The basic theme of this issue is one we’ve all become acutely aware of over the last year: risk. Risk of default, risk of a depression, risk of standing on the sidewalk in front of your (former) front yard, shirtless. Over the past year, things we never dreamed could be real risks suddenly became frighteningly real.
The index business has gotten in on the act, reflecting as always, the soaring hopes and then the terrifying fears of investors—all in brutally clear numbers, available for easy reference. When the pendulum shifts toward fear, products that track and help manage risk become popular with investors, and the index industry has been working hard to deliver.
One question that’s been on everyone’s minds recently is, “When it feels like the ‘six sigma’ or ‘black swan’ event has become a near-daily occurrence, what can we do about it?”
An outstanding submission from Remy Briand and David Owyong of MSCI tells you. The article “How To Kill A Black Swan” not only explains how to systematically manage tail risk, but proposes an entirely new methodology for thinking about asset allocation in a risk-managed context.
David Krein of Dow Jones takes a different tack. Krein wonders why, if asset allocation explains 90–100 percent of portfolio risk and return, people spend so little time creating good asset allocation benchmarks. He proposes a set of first principles for building better ones.

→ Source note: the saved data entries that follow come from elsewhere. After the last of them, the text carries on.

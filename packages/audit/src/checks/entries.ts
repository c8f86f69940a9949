import type { LedgerRecord } from "@weighhouse/campaign/changes";
import { entryKinds } from "@weighhouse/campaign/entries";
import type { EntryKind } from "@weighhouse/campaign/entries";
import { readPayload } from "@weighhouse/campaign/payloads";
import { problemLine } from "@weighhouse/campaign/problem";
import { utf8 } from "@weighhouse/ledger/bytes";
import { parseCanonical } from "@weighhouse/ledger/canonical";
import { MAX_PAYLOAD_BYTES, payloadDigest, readEntry } from "@weighhouse/ledger/entry";
import type { Entry } from "@weighhouse/ledger/entry";
import { hashLeaf } from "@weighhouse/ledger/hasher";
import type { Hasher } from "@weighhouse/ledger/hasher";
import { LedgerError } from "@weighhouse/ledger/ledger-error";
import { readLines } from "./archive-text";
import type { Files } from "./container";
import { counted, failed, judged } from "./line";
import type { Checked } from "./line";
import { LEDGER, PAYLOADS } from "../layout";

/** The ledger's lines: the leaf of each, and its entry, or null where the line holds none. */
export type ReadEntries = { leaves: Uint8Array[]; entries: (Entry | null)[] };

/** Each line is the canonical text of an entry; seq without gaps, one campaign, times increasing. */
export function checkEntries(files: Files, hasher: Hasher): Checked<ReadEntries> {
  const check = "entries: hash and order";
  const read = readLines(files, LEDGER);
  if (!read.ok) return { line: failed(check, read.fault), value: null };
  const faults: string[] = [];
  let previous: Entry | null = null;
  const entries = read.lines.map((line, index) => {
    const place = `${LEDGER}, line ${index + 1}`;
    const entry =
      line.length > MOST_ENTRY_CHARACTERS
        ? `found ${line.length} characters; allowed are ${MOST_ENTRY_CHARACTERS}`
        : attempt(() => readEntry(parseCanonical(line)));
    if (typeof entry === "string") {
      faults.push(`${place}: ${entry}`);
      return null;
    }
    faults.push(...orderFaults(entry, { index, previous }).map((fault) => `${place}: ${fault}`));
    previous = entry;
    return entry;
  });
  const leaves = read.lines.map((line) => hashLeaf(hasher, new TextEncoder().encode(line)));
  const span = spanOf(entries);
  const detail = `${counted(entries.length, "entry", "entries")}, seq 0 to ${entries.length - 1}, ${span}`;
  return { line: judged(check, faults, detail), value: { leaves, entries } };
}

/** An entry's fields are short; what is long is its payload. */
const MOST_ENTRY_CHARACTERS = 4096;

function orderFaults(
  entry: Entry,
  { index, previous }: { index: number; previous: Entry | null },
): string[] {
  const faults: string[] = [];
  if (entry.seq !== index) faults.push(`found seq ${entry.seq}; allowed is ${index}`);
  if ((entry.kind === "campaign.opened") !== (index === 0)) {
    faults.push(`found kind ${entry.kind}; allowed is campaign.opened first and there only`);
  }
  if (previous === null) return faults;
  if (entry.campaign !== previous.campaign) {
    faults.push(`found campaign ${entry.campaign}; allowed is ${previous.campaign}`);
  }
  if (entry.at <= previous.at) {
    faults.push(`found at ${entry.at}; allowed is a time after ${previous.at} of the entry before`);
  }
  return faults;
}

function spanOf(entries: (Entry | null)[]): string {
  return `${entries[0]?.at ?? "?"} to ${entries.at(-1)?.at ?? "?"}`;
}

/** Each payload is the one whose digest its entry names, and is of its entry's kind. */
export function checkPayloads(
  files: Files,
  entries: readonly (Entry | null)[],
  hasher: Hasher,
): Checked<LedgerRecord[]> {
  const check = "payloads";
  const read = readLines(files, PAYLOADS);
  if (!read.ok) return { line: failed(check, read.fault), value: null };
  const faults: string[] = [];
  if (read.lines.length !== entries.length) {
    faults.push(`${PAYLOADS}: found ${read.lines.length} lines for ${entries.length} entries`);
  }
  const records: LedgerRecord[] = [];
  for (const [index, text] of read.lines.slice(0, entries.length).entries()) {
    const entry = entries[index] ?? null;
    // Said already by the check of the entries.
    if (entry === null) continue;
    const place = `${PAYLOADS}, line ${index + 1} (entry ${entry.seq}, ${entry.kind})`;
    const record = readRecord(entry, text, hasher);
    if (typeof record === "string") faults.push(`${place}: ${record}`);
    else records.push(record);
  }
  const whole = faults.length === 0 && records.length === entries.length;
  const detail = `${counted(records.length, "payload")}, each with the SHA-256 that its entry names`;
  const line =
    faults.length === 0 && !whole
      ? failed(check, `not checked where ${LEDGER} holds no entry`)
      : judged(check, faults, detail);
  return { line, value: whole ? records : null };
}

/** The record of an entry and its payload, or what is wrong with the payload. */
function readRecord(entry: Entry, text: string, hasher: Hasher): LedgerRecord | string {
  const digest = attempt(() => payloadDigest(hasher, text));
  if (digest !== entry.payloadSha256) {
    return `found SHA-256 ${digest}, the entry names ${entry.payloadSha256}`;
  }
  if (utf8(text).length > MAX_PAYLOAD_BYTES) return `found more than ${MAX_PAYLOAD_BYTES} bytes`;
  if (!isKind(entry.kind)) return "a kind that this version doesn't know";
  let payload: unknown;
  try {
    payload = parseCanonical(text);
  } catch (error) {
    return reason(error);
  }
  const read = readPayload(entry.kind, payload);
  if (!read.ok) return problemLine(read.problems[0] as (typeof read.problems)[number]);
  return { seq: entry.seq, at: entry.at, by: entry.by, kind: entry.kind, payload: read.value };
}

function isKind(kind: string): kind is EntryKind {
  return (entryKinds as readonly string[]).includes(kind);
}

/** What the ledger's readers give, or the words in which they refuse. */
function attempt<T>(read: () => T): T | string {
  try {
    return read();
  } catch (error) {
    return reason(error);
  }
}

function reason(error: unknown): string {
  if (error instanceof LedgerError) return error.message;
  throw error;
}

Next up is an interview with Susan Mangiero, president of Pension Governance, Inc., and one of the leading pension plan risk management experts in the world, examining the latest thinking on risk mitigation at the institutional level. Gary Gastineau joins in with a practical examination on how investors can minimize the risk of getting scalped when trading ETFs, while Sabrina Callin and Steve Jones of Pimco examine how portable alpha strategies must adapt to the new era of risk.
Rounding out the issue is John Bogle, who issues a broadside against the American financial system and examines the urgent need to embrace fiduciary principles, and David Blitzer, who argues that many of the biggest risks in the market lie with investors themselves.
And don’t forget Dave Nadig, who takes a humorous back page look at how that iconic barometer of market sentiment, the Dow Jones Industrial Average, really picks its constituents.
Risk may not be something we want to focus on during these halcyon days of summer, when we’d rather be thinking about BBQ, apple pie and the Fourth of July. But if last year taught us anything, it’s that risk—and how to manage it—should always be kicking around somewhere in the back of our minds.